__TASK DIRECTIONS__
A stretch of the entries below is to be set down exactly, running from the line with "rd, tdd = _diffuse_py(e, g1, g2, k)" through the line with "a * down * tdd", both included, and no other line.

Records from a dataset

-=-=-=-=-

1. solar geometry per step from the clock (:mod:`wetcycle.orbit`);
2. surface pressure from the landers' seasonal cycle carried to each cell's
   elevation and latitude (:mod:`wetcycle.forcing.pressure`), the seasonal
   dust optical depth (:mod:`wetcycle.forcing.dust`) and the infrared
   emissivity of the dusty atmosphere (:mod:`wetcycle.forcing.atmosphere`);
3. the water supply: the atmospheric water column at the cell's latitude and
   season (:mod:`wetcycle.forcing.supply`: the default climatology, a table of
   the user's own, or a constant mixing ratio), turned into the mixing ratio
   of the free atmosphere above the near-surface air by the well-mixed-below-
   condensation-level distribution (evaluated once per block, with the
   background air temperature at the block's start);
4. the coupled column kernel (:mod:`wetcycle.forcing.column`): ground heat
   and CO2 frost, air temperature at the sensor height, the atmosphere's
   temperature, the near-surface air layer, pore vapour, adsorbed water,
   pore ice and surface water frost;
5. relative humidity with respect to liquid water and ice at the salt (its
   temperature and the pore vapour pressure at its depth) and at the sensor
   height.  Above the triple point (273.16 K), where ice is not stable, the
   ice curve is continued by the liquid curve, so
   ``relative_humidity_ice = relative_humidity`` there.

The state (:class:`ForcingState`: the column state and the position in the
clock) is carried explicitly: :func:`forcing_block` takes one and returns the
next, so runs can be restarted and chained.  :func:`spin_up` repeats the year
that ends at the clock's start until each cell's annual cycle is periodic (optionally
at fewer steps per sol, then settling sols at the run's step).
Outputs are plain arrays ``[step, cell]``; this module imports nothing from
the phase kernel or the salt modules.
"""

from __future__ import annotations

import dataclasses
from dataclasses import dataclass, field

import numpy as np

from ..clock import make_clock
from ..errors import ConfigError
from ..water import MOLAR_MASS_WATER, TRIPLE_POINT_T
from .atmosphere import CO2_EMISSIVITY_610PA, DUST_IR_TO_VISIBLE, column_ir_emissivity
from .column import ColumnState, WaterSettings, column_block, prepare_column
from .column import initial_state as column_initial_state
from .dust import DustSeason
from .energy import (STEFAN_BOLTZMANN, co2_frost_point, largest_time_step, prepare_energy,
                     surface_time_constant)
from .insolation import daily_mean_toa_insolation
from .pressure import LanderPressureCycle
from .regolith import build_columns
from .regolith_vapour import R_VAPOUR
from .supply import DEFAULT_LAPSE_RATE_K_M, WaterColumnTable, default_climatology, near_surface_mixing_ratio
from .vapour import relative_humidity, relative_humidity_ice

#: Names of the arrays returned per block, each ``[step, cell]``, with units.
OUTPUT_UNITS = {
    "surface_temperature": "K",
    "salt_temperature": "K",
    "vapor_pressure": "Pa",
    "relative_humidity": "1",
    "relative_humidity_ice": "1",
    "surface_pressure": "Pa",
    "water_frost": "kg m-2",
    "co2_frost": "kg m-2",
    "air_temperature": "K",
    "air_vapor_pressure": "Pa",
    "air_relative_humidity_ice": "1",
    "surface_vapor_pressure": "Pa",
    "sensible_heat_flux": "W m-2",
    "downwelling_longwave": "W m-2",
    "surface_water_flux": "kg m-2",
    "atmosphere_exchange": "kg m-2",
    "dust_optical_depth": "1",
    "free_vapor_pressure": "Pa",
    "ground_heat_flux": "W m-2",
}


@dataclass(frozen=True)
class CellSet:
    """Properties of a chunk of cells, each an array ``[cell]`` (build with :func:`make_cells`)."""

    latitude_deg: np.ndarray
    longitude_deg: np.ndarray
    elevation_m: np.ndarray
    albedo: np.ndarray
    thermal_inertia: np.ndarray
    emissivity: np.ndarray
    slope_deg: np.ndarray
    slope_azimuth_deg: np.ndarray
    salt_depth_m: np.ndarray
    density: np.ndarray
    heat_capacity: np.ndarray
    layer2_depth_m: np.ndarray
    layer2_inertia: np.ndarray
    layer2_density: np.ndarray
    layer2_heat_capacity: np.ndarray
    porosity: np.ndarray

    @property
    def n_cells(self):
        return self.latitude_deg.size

-=-=-=-=-

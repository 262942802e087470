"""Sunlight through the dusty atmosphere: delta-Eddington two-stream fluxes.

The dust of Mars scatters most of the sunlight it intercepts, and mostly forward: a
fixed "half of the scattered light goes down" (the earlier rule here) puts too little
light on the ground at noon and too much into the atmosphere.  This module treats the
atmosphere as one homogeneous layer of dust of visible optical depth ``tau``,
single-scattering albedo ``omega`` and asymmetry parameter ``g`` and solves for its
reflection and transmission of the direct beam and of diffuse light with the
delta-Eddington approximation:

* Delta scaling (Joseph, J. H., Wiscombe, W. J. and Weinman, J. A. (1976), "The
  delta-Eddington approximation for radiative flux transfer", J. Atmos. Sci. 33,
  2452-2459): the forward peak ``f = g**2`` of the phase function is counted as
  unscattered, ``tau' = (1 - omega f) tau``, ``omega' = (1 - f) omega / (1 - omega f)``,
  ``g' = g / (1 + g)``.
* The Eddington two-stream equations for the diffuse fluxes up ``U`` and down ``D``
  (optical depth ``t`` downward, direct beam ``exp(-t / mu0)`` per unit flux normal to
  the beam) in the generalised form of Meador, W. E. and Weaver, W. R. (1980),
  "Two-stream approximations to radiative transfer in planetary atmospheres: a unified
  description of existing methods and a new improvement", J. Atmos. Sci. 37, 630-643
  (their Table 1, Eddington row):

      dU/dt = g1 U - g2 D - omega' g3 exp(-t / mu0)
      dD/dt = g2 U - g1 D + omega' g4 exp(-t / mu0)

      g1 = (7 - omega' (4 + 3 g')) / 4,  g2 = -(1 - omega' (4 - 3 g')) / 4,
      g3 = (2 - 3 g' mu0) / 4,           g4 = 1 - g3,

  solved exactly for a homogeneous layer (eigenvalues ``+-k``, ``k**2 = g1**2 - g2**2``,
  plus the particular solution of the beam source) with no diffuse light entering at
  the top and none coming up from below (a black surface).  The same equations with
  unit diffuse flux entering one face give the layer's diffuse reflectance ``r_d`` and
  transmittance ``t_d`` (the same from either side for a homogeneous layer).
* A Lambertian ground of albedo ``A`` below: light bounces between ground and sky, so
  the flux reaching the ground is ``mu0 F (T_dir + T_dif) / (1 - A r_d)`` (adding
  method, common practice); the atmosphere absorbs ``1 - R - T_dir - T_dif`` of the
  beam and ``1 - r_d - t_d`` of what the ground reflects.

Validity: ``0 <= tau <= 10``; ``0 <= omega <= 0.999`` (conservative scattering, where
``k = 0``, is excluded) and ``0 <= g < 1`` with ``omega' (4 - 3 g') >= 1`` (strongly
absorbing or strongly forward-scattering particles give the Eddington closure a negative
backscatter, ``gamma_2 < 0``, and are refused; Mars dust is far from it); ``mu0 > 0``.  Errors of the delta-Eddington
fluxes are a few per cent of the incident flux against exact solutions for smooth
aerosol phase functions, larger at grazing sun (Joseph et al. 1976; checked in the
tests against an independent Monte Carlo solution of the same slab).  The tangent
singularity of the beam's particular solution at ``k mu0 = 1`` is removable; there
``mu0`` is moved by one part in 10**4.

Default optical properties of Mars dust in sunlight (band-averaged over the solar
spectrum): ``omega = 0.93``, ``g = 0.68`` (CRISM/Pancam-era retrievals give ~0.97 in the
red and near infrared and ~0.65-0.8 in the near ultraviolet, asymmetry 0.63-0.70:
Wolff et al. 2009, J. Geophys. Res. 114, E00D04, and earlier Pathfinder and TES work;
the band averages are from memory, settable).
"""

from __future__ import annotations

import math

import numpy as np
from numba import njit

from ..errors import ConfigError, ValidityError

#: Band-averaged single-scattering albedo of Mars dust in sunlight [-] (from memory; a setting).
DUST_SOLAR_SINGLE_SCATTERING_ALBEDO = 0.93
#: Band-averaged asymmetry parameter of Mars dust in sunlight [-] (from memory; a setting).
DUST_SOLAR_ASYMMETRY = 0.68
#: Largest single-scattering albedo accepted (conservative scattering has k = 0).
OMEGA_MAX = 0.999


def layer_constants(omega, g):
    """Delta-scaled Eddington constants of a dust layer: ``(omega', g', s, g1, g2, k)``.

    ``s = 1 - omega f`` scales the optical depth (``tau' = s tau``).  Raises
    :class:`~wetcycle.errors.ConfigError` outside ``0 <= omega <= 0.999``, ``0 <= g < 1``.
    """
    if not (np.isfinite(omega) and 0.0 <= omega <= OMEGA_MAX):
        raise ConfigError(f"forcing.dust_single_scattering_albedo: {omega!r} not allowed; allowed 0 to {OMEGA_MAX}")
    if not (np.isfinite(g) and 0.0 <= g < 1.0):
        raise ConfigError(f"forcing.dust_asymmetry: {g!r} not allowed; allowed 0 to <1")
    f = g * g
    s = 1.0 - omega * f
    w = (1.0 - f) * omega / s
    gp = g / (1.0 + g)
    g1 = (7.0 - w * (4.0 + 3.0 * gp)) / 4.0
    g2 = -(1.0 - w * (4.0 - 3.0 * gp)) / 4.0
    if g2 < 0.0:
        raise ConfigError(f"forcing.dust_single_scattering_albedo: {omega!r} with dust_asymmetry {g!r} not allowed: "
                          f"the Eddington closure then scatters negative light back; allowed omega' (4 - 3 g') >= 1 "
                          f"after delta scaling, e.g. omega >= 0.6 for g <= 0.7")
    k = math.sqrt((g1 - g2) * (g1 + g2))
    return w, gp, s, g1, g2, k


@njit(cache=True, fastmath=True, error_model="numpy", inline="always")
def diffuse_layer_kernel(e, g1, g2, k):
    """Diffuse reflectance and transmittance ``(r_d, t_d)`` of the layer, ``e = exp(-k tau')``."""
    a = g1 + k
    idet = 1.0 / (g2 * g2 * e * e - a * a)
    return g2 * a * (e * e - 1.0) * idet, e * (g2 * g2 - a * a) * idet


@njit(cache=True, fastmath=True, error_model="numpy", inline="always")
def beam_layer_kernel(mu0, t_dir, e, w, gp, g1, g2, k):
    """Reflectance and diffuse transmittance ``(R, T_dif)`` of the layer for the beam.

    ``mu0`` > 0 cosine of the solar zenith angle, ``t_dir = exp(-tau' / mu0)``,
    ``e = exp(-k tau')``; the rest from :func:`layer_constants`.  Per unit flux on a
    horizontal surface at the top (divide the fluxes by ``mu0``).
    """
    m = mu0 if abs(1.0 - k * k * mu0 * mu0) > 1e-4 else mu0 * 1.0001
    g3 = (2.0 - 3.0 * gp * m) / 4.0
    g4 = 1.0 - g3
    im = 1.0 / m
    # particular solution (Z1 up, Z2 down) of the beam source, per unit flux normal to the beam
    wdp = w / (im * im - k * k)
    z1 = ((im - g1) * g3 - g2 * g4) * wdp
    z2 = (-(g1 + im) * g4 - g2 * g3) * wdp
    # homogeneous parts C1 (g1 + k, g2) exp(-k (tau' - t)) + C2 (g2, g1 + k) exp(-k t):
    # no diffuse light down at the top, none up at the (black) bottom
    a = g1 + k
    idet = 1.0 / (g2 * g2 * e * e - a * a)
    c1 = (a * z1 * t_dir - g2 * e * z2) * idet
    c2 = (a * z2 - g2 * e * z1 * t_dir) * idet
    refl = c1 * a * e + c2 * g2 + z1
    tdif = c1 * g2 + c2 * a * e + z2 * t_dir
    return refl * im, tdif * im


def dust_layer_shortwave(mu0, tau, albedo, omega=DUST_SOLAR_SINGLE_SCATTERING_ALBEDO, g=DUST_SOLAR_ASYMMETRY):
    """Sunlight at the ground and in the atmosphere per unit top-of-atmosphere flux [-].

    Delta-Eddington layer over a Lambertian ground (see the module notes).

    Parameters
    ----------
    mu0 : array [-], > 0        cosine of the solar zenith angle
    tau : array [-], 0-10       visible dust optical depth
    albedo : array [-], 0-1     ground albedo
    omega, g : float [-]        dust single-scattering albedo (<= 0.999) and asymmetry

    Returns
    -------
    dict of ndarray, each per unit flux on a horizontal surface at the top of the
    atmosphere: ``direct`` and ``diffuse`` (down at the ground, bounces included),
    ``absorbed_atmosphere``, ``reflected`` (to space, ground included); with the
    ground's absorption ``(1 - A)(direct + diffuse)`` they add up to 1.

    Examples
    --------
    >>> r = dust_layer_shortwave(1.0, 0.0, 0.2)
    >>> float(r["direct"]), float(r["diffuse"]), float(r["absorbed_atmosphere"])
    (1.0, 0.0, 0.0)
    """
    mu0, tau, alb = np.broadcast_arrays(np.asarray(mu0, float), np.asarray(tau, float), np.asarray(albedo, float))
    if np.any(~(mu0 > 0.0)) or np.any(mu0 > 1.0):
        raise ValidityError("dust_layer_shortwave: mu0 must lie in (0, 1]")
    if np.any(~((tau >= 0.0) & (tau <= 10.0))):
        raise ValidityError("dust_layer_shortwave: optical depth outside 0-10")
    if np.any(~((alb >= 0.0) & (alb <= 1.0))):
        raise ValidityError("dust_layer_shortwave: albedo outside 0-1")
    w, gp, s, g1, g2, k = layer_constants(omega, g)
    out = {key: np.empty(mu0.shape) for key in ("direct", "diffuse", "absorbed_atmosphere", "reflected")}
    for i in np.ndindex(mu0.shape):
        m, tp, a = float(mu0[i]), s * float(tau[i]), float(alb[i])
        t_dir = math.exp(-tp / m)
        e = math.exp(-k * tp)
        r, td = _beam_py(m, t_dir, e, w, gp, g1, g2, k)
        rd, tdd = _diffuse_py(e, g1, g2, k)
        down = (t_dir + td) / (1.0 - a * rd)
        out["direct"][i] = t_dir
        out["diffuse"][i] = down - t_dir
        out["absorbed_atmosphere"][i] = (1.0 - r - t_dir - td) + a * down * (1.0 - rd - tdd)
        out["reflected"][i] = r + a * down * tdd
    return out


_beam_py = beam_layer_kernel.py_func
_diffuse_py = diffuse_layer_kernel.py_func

-=-=-=-=-

__SOLUTION__
        rd, tdd = _diffuse_py(e, g1, g2, k)
        down = (t_dir + td) / (1.0 - a * rd)
        out["direct"][i] = t_dir
        out["diffuse"][i] = down - t_dir
        out["absorbed_atmosphere"][i] = (1.0 - r - t_dir - td) + a * down * (1.0 - rd - tdd)
        out["reflected"][i] = r + a * down * tdd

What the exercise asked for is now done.